Does the set of matrices with bounded recursive products form a fractal? We are given three matrices $A,B,C$ which have determinant 1, are not unitary and that their size is the same. Consider the following process.
On each step we take three words $W_1,W_2,W_3$ consisting of letters $A,B,C$ and simultaneously replace the matrix $A$ with the product of matrices in the word $W_1$, the matrix $B$ with the product of $W_2$, the matric $C$ with $W_3$.
Consider the set of matrices $A,B,C$ such that all the matrices obtaied in the process have a bounded norm. What can be said of the set's properties? I think that it should have measure zero and behave like a fractal.
 A: There are two interpretations of the OP's question. If the W_i are fixed once for all, or one is allowed to pick them afresh in each step. In The first interpretation we obtain a substitution dynamical system (see e.g. https://link.springer.com/book/10.1007/978-3-642-11212-6). The second  option includes random products. Suppose you form the words $W_i$ (of length 2, say) at random, by taking each letter to be $A,B$ or $C$ with probability $1/3$, independently of previous choices. Then we are in the realm of random matrix products, where the Theorem of Furstenberg [1, theorem 2.1] applies.

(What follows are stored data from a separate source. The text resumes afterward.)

"""Turbulent exchange of heat and water vapour between the ground and the near-surface air.

Method
------
Bulk-aerodynamic fluxes (common practice; e.g. Stull, R. B. (1988), An
Introduction to Boundary Layer Meteorology, Kluwer, sec. 7.4):

    H = rho c_p C_H U_eff (T_s - T_a)          sensible heat [W m-2], upward
    E = C_E U_eff (rho_v,a - rho_v,s)          water vapour [kg m-2 s-1], downward

between the ground (skin temperature ``T_s``, vapour density ``rho_v,s``) and
the air at the reference height ``z`` (``T_a``, ``rho_v,a``), with
``C_E = C_H`` (common practice).  The neutral transfer coefficient is
``C_HN = kappa**2 / (ln(z/z0) ln(z/z0h))`` (von Karman constant 0.4), and the
stability correction is the non-iterative bulk-Richardson form of Louis,
J.-F. (1979), Boundary-Layer Meteorol. 17, 187-202, with the constants
b = c = d = 5 of its later revision (Louis, Tiedtke & Geleyn 1982, ECMWF
workshop; both from memory):

    Ri_b = g z (T_a - T_s) / (T_mean U**2)
    stable   (Ri_b > 0):  F_h = 1 / (1 + 3 b Ri_b sqrt(1 + d Ri_b))
    unstable (Ri_b < 0):  F_h = 1 - 3 b Ri_b / (1 + 3 b c C_HN sqrt(-Ri_b z / z0))

Under light wind and strong heating the Mars surface layer is in free
convection (Clow & Haberle 1991, read as an abstract); a convective velocity
scale adds gustiness, ``U_eff = sqrt(U**2 + (beta w*)**2)`` with
``w* = (g h H / (rho c_p T))**(1/3)`` over a convective layer of depth h,
beta = 1 (Beljaars, A. C. M. (1995), Q. J. R. Meteorol. Soc. 121, 255-270;
from memory), so the exchange never vanishes with the wind.  (The
compositional free convection over a subliming ice surface, Ingersoll 1970,
is negligible beside it at Mars vapour densities, ~1e-4 of the air's, and
is left out.)

The wind is given at the sensor height (a setting) and carried to the
reference height by the neutral logarithmic law.

The air at the sensor height by similarity
------------------------------------------
Between the ground and an air temperature higher up, Monin-Obukhov
similarity gives the temperature at any height ``z`` of the surface layer
from the flux (:func:`sensor_temperature`):

    T(z) = T_s - (Q / (kappa u*)) [ln(z / z0h) - psi_h(z / L) + psi_h(z0h / L)]

with the kinematic heat flux ``Q = H / (rho c_p)``, the Obukhov length
``L = -u*^3 T / (kappa g Q)`` and the Businger-Dyer profile functions
(Dyer, A. J. (1974), Boundary-Layer Meteorol. 7, 363-372; integrated form of
Paulson, C. A. (1970), J. Appl. Meteorol. 9, 857-861; both from memory):

    unstable (L < 0):  psi_h = 2 ln((1 + x) / 2),  x = (1 - 16 z / L)**(1/2)
    stable   (L > 0):  psi_h = -5 z / L  (z / L capped at 1, the range of the fits)

This is the relation by which Sutton, Leovy & Tillman (1978, J. Atmos. Sci.
35, 2346) derived the Viking landers' heat flux from the ground-air
temperature difference and the wind.  The column kernel does not use it
yet: there the air at the sensor height is the one-node air layer
(:class:`wetcycle.forcing.column.WaterSettings` says why its noon flux is
~4x below Sutton et al.'s); the tests check the surface layer's constants
against their published numbers through it.

Validity: reference height 0.5-100 m, roughness 1e-5 to 0.5 m (below the
reference height), wind 0.1-50 m s-1, temperatures 100-400 K.
"""

from __future__ import annotations

import math

from numba import njit

#: von Karman constant (common practice).
KARMAN = 0.4
#: Louis (1979) / Louis, Tiedtke & Geleyn (1982) constants b, c, d (from memory).
LOUIS_B = 5.0
LOUIS_C = 5.0
LOUIS_D = 5.0
#: Gustiness factor beta (Beljaars 1995, from memory).
GUST_BETA = 1.0
#: Businger-Dyer constants: unstable gamma_h = 16, stable beta_h = 5 (Dyer 1974, from memory),
#: and the largest z / L the stable form is used at (its fits span z / L <= ~1).
DYER_GAMMA = 16.0
DYER_BETA = 5.0
STABLE_ZETA_MAX = 1.0


@njit(cache=True, fastmath=True, inline="always")
def neutral_coefficient(z_ref, z0, z0h):
    """Neutral transfer coefficient for heat, kappa^2 / (ln(z/z0) ln(z/z0h)) [-]."""
    return KARMAN * KARMAN / (math.log(z_ref / z0) * math.log(z_ref / z0h))


@njit(cache=True, fastmath=True, inline="always")
def stability_factor(ri, cn, z_ref, z0):
    """Louis-type stability factor F_h(Ri_b) multiplying the neutral coefficient [-]."""
    if ri >= 0.0:
        return 1.0 / (1.0 + 3.0 * LOUIS_B * ri * math.sqrt(1.0 + LOUIS_D * ri))
    return 1.0 - 3.0 * LOUIS_B * ri / (1.0 + 3.0 * LOUIS_B * LOUIS_C * cn * math.sqrt(-ri * z_ref / z0))


@njit(cache=True, fastmath=True, inline="always")
def transfer_velocity(ri_coef, t_s, t_a, u, w_star, cn, louis_u):
    """``C_H U_eff`` [m s-1] in the branch-free form the column kernel runs.

    Parameters
    ----------
    ri_coef : float [m2 s-2]  ``g z_ref``
    t_s, t_a : float [K]      ground skin and air (reference height) temperature
    u : float [m s-1]         wind at the reference height (> 0)
    w_star : float [m s-1]    convective velocity scale (0 when stable)
    cn : float [-]            :func:`neutral_coefficient`
    louis_u : float [-]       ``3 b c C_HN sqrt(z_ref / z0)``, the unstable branch's constant

    Both branches of :func:`stability_factor` are evaluated and one is selected, so the loop
    over cells stays SIMD; the result equals ``cn * stability_factor(...) * U_eff``.
    """
    ueff = math.sqrt(u * u + (GUST_BETA * w_star) * (GUST_BETA * w_star))
    ri = ri_coef * (t_a - t_s) / (0.5 * (t_a + t_s) * ueff * ueff)
    fst = 1.0 / (1.0 + 3.0 * LOUIS_B * ri * math.sqrt(1.0 + LOUIS_D * max(ri, 0.0)))
    fun = 1.0 - 3.0 * LOUIS_B * ri / (1.0 + louis_u * math.sqrt(max(-ri, 0.0)))
    return cn * (fst if ri >= 0.0 else fun) * ueff


def unstable_constant(z_ref, z0, z0h):
    """``3 b c C_HN sqrt(z_ref / z0)`` of Louis's unstable branch [-] (see :func:`transfer_velocity`)."""
    return 3.0 * LOUIS_B * LOUIS_C * neutral_coefficient(z_ref, z0, z0h) * math.sqrt(z_ref / z0)


@njit(cache=True, fastmath=True, inline="always")
def heat_transfer_velocity(t_s, t_a, u, z_ref, z0, z0h, g, w_star):
    """``C_H U_eff`` [m s-1] for the bulk fluxes (see the module notes).

    Parameters
    ----------
    t_s, t_a : float [K]     ground skin and air (reference height) temperature
    u : float [m s-1]        wind at the reference height (> 0)
    z_ref, z0, z0h : float [m]
    g : float [m s-2]
    w_star : float [m s-1]   convective velocity scale (0 when stable)
    """
    cn = neutral_coefficient(z_ref, z0, z0h)
    louis_u = 3.0 * LOUIS_B * LOUIS_C * cn * math.sqrt(z_ref / z0)
    return transfer_velocity(g * z_ref, t_s, t_a, u, w_star, cn, louis_u)


@njit(cache=True, fastmath=True, inline="always")
def convective_velocity(h_flux, rho, cp, t_a, g, depth):
    """Deardorff convective velocity w* = (g depth H / (rho c_p T))^(1/3) [m s-1]; 0 if H <= 0."""
    if h_flux <= 0.0:
        return 0.0
    return (g * depth * h_flux / (rho * cp * t_a)) ** (1.0 / 3.0)


@njit(cache=True, fastmath=True, inline="always")
def sensor_temperature(t_s, t_layer, q_kin, u_star, g, z_s, z0h, ln_s):
    """Air temperature [K] at the sensor height ``z_s`` by Monin-Obukhov similarity.

    Parameters
    ----------
    t_s : float [K]            ground skin temperature
    t_layer : float [K]        mean temperature of the near-surface air layer (bounds the result)
    q_kin : float [K m s-1]    kinematic sensible heat flux H / (rho c_p), upward positive
    u_star : float [m s-1]     friction velocity (> 0)
    g : float [m s-2]
    z_s, z0h : float [m]       sensor height, thermal roughness length (z0h < z_s)
    ln_s : float [-]           ``ln(z_s / z0h)``

    Method: the Businger-Dyer profile of the module notes (Dyer 1974; Paulson 1970; from
    memory), with the Obukhov length from the flux and ``u*``.  The fits span about
    -2 <= z / L <= 1; stable z / L is capped at 1.  Far into free convection (-z / L >> 1) the
    form keeps phi_h ~ (-16 z / L)^(-1/2), so the temperature excess falls as z^(-1/2), steeper
    than the z^(-1/3) of free-convection scaling (Priestley 1954, from memory).  The result is
    held between ``t_s`` and ``t_layer`` (a monotonic profile).  Branch-free (one logarithm).
    """
    ref = 0.5 * (t_s + t_layer)
    inv_l = -KARMAN * g * q_kin / (u_star * u_star * u_star * ref)
    zs = z_s * inv_l
    z0 = z0h * inv_l
    xs = math.sqrt(1.0 - DYER_GAMMA * min(zs, 0.0))
    x0 = math.sqrt(1.0 - DYER_GAMMA * min(z0, 0.0))
    dpsi = (2.0 * math.log((1.0 + xs) / (1.0 + x0))
            - DYER_BETA * (min(max(zs, 0.0), STABLE_ZETA_MAX) - min(max(z0, 0.0), STABLE_ZETA_MAX)))
    t = t_s - q_kin * (ln_s - dpsi) / (KARMAN * u_star)
    lo = min(t_s, t_layer)
    hi = max(t_s, t_layer)
    return min(max(t, lo), hi)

It implies that the norm of this random product will grow exponentially unless either $A,B,C$ generate a compact group, or there is a finite union of hyperplanes that is preserved by $A,B,C$, both of these conditions define sets of measure zero.
There is a friendly exposition in the book [2], see theorem 6.3 page 66 there.
[1] Furstenberg, Harry. "Noncommuting random products." Transactions of the American Mathematical Society 108, no. 3 (1963): 377-428.
[2] Bougerol, Philippe and Jean Lacroix. Products of random matrices with applications to Schrödinger operators. Vol. 8. Springer Science & Business Media, 2012.